The CDC did update its protocols with similar recommendations but discretion is given to hospitals on choice of personal protective gear. The CDC has designated 55 hospitals, across the country, to be Ebola treatment centers to which suspected cases can be transferred. These centers must have trained staff, isolation areas for treatment and protective equipment to cover a seven-day hospitalization. In Massachusetts, these centers are Baystate Medical Center; UMass Memorial Medical Center in Worcester; and Boston Children's Hospital and Massachusetts General Hospital, both in Boston.
Schildmeier said the MNA, which represents some 23,000 nurses from 54 of the state's 67 hospitals, has sought to meet with all hospitals in the commonwealth to develop a standardized plan and to ensure ongoing training for such infectious diseases.
Our members are the Nina Phams of Massachusetts.
"Our members are the Nina Phams of Massachusetts. They provide the most care to patients. They are the experts, and we have experts on staff to look at protocols and know what the standards are," Schildmeirer said. He said there has been minimal response from hospitals to such a standardized approach, but praised teh Department of Public Health for its monthly meetings on the issue.
"The DPH has actively stepped up to improve protocols, but they can only recommend," Schildmeier said. "They cannot force the private sector to implement protocols. It is up to the hospitals to follow through, and doing the right thing costs money. There is agreement on haz-mat protection, but training and education needs to be monitored. There is no uniform way all workers are ready to handle this. No one expected Ebola to turn up in Texas, but it did"
Schildmeier's words are similar to what the MNA has posted on its Facebook page: "While the hospital industry has indeed stepped up efforts to prepare for Ebola, the response continues to be uneven at best, and here in Massachusetts, few hospitals have answered the MNA's request to work collaboratively to institute practices that will protect nurses as they care for another outbreak."

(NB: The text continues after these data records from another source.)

"""Readers: a spreadsheet or CSV file -> a table of text cells that keep their coordinates.

Every cell comes out as text (``None`` when empty) so that cleaning can report exactly
what the sheet said. Each data row keeps its row number in the spreadsheet's own
numbering and each column its letter, so a report can say ``D17``.

xlsx/ods are first surveyed from their own XML (``survey``: the used area, damage, formulas
without a cached value) so that a stray far cell is refused before a grid is built; then
python-calamine reads only the used area, and letters and row numbers keep the sheet's own
coordinates (an empty column A does not shift them); merged ranges are filled from their
top-left cell and reported; formulas without a cached value (calamine shows them as
empty) are reported. CSV/TSV: UTF-8 (with or without BOM), then cp1252, then Latin-1;
the delimiter is detected; pyarrow parses the body so a million rows stay columnar.
"""

from __future__ import annotations

import csv
import datetime as dt
import io
import re
import unicodedata
from collections.abc import Iterable
from dataclasses import dataclass, field
from pathlib import Path
from typing import TYPE_CHECKING, Any

from strata13.compile.check.report import Issue

from strata13.errors import ConfigError, InputFileError

if TYPE_CHECKING:
    import numpy as np
    import pyarrow as pa

SHEET_HINT = "Check the path (relative paths in a mapping file start at its folder)."
SPREADSHEET_SUFFIXES = {".xlsx", ".xlsm", ".ods"}
TEXT_SUFFIXES = {".csv", ".tsv", ".txt"}
FOOTNOTE_START = re.compile(
    r"^\s*([*†‡§¶]|\(?[a-z]\)|notes?\b|source\b|n\.?d\.?\s*=|bdl\s*=)", re.IGNORECASE
)


def col_letter(index: int) -> str:
    """0-based column index -> spreadsheet letters (0 -> A, 26 -> AA)."""
    letters = ""
    index += 1
    while index:
        index, rem = divmod(index - 1, 26)
        letters = chr(65 + rem) + letters
    return letters


def norm_header(text: str) -> str:
    """Header text compared loosely: NFKC, case-folded, inner spaces collapsed."""
    return " ".join(unicodedata.normalize("NFKC", str(text)).casefold().split())


def strip_unit(text: str) -> tuple[str, str | None]:
    """'Height (ft)' -> ('Height', 'ft'); 'δ13C [‰ VPDB]' -> ('δ13C', '‰ VPDB')."""
    m = re.match(r"^(.*?)\s*[\(\[]([^\)\]]+)[\)\]]\s*$", str(text))
    if m and m.group(1).strip():
        return m.group(1).strip(), m.group(2).strip()
    return str(text).strip(), None


@dataclass
class RawTable:
    """The cells under a header row, as text, with their spreadsheet coordinates."""

    file: str
    sheet: str
    header_row: int
    headers: list[str]
    letters: list[str]
    table: pa.Table  # one string column per header, named c0, c1, …
    row_numbers: np.ndarray  # spreadsheet row number of each data row
    blank_rows: int = 0
    rejected_rows: int = 0  # rows the reader could not split into cells (counted, reported)
    issues: list[Issue] = field(default_factory=list)

    def column(self, index: int) -> pa.ChunkedArray:
        return self.table.column(index)

    @property
    def n_rows(self) -> int:
        return int(self.table.num_rows)


def read_table(
    path: Path,
    sheet: str | int | None = None,
    header_row: int | None = None,
    expected_headers: Iterable[str] = (),
    delimiter: str = "auto",
    encoding: str = "auto",
) -> RawTable:
    """Read one table from a spreadsheet or text file; see the module docstring."""
    from strata13.compile.read.inputs import check_file

    check_file(path, "sheet", SHEET_HINT)  # a missing file, a folder, a pipe, a loop …
    suffix = path.suffix.lower()
    expected = [norm_header(h) for h in expected_headers]
    if suffix in SPREADSHEET_SUFFIXES:
        return _read_spreadsheet(path, sheet, header_row, expected)
    if suffix in TEXT_SUFFIXES:
        return _read_text(path, header_row, expected, delimiter, encoding)
    raise InputFileError(
        f"{path.name} is not a spreadsheet strata13 reads ({suffix or 'no suffix'}).",
        "Use .xlsx, .ods, .csv or .tsv.",
    )


# ---------------------------------------------------------------- spreadsheets


def _cell_text(value: Any) -> str | None:
    if value is None or value == "":
        return None
    if isinstance(value, bool):
        return "TRUE" if value else "FALSE"
    if isinstance(value, float):
        return repr(int(value)) if value.is_integer() and abs(value) < 1e15 else repr(value)
    if isinstance(value, dt.datetime):
        return value.isoformat(sep=" ")
    if isinstance(value, (dt.date, dt.time, dt.timedelta)):
        return value.isoformat() if hasattr(value, "isoformat") else str(value)
    return str(value)


def _read_spreadsheet(
    path: Path, sheet: str | int | None, header_row: int | None, expected: list[str]
) -> RawTable:
    cells = sheet_cells(path, sheet)
    return _table_from_grid(
        path.name,
        cells.sheet,
        cells.grid,
        header_row,
        expected,
        cells.issues,
        cells.row_offset + 1,
        cells.col_offset,
    )


@dataclass
class SheetCells:
    """A workbook sheet's used area as text, where it starts, and what reading it found."""

    sheet: str
    grid: list[list[str | None]]
    row_offset: int  # 0-based sheet row of grid[0]
    col_offset: int  # 0-based sheet column of grid[r][0]
    issues: list[Issue]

The site also includes a link to the Dallas Morning News exclusive interview with Pham, who told the paper that her only Ebola training was a handout of guidelines, and readers can vote on whether they think she was adequately protected.
The CDC has called the 2014 Ebola outbreak the "first Ebola epidemic the world has ever known."
To date, there have been 23,912 suspected cases, 14,314 confirmed cases and 8,714 deaths in Guinea, Liberia and Sierra Leone, according to the CDC.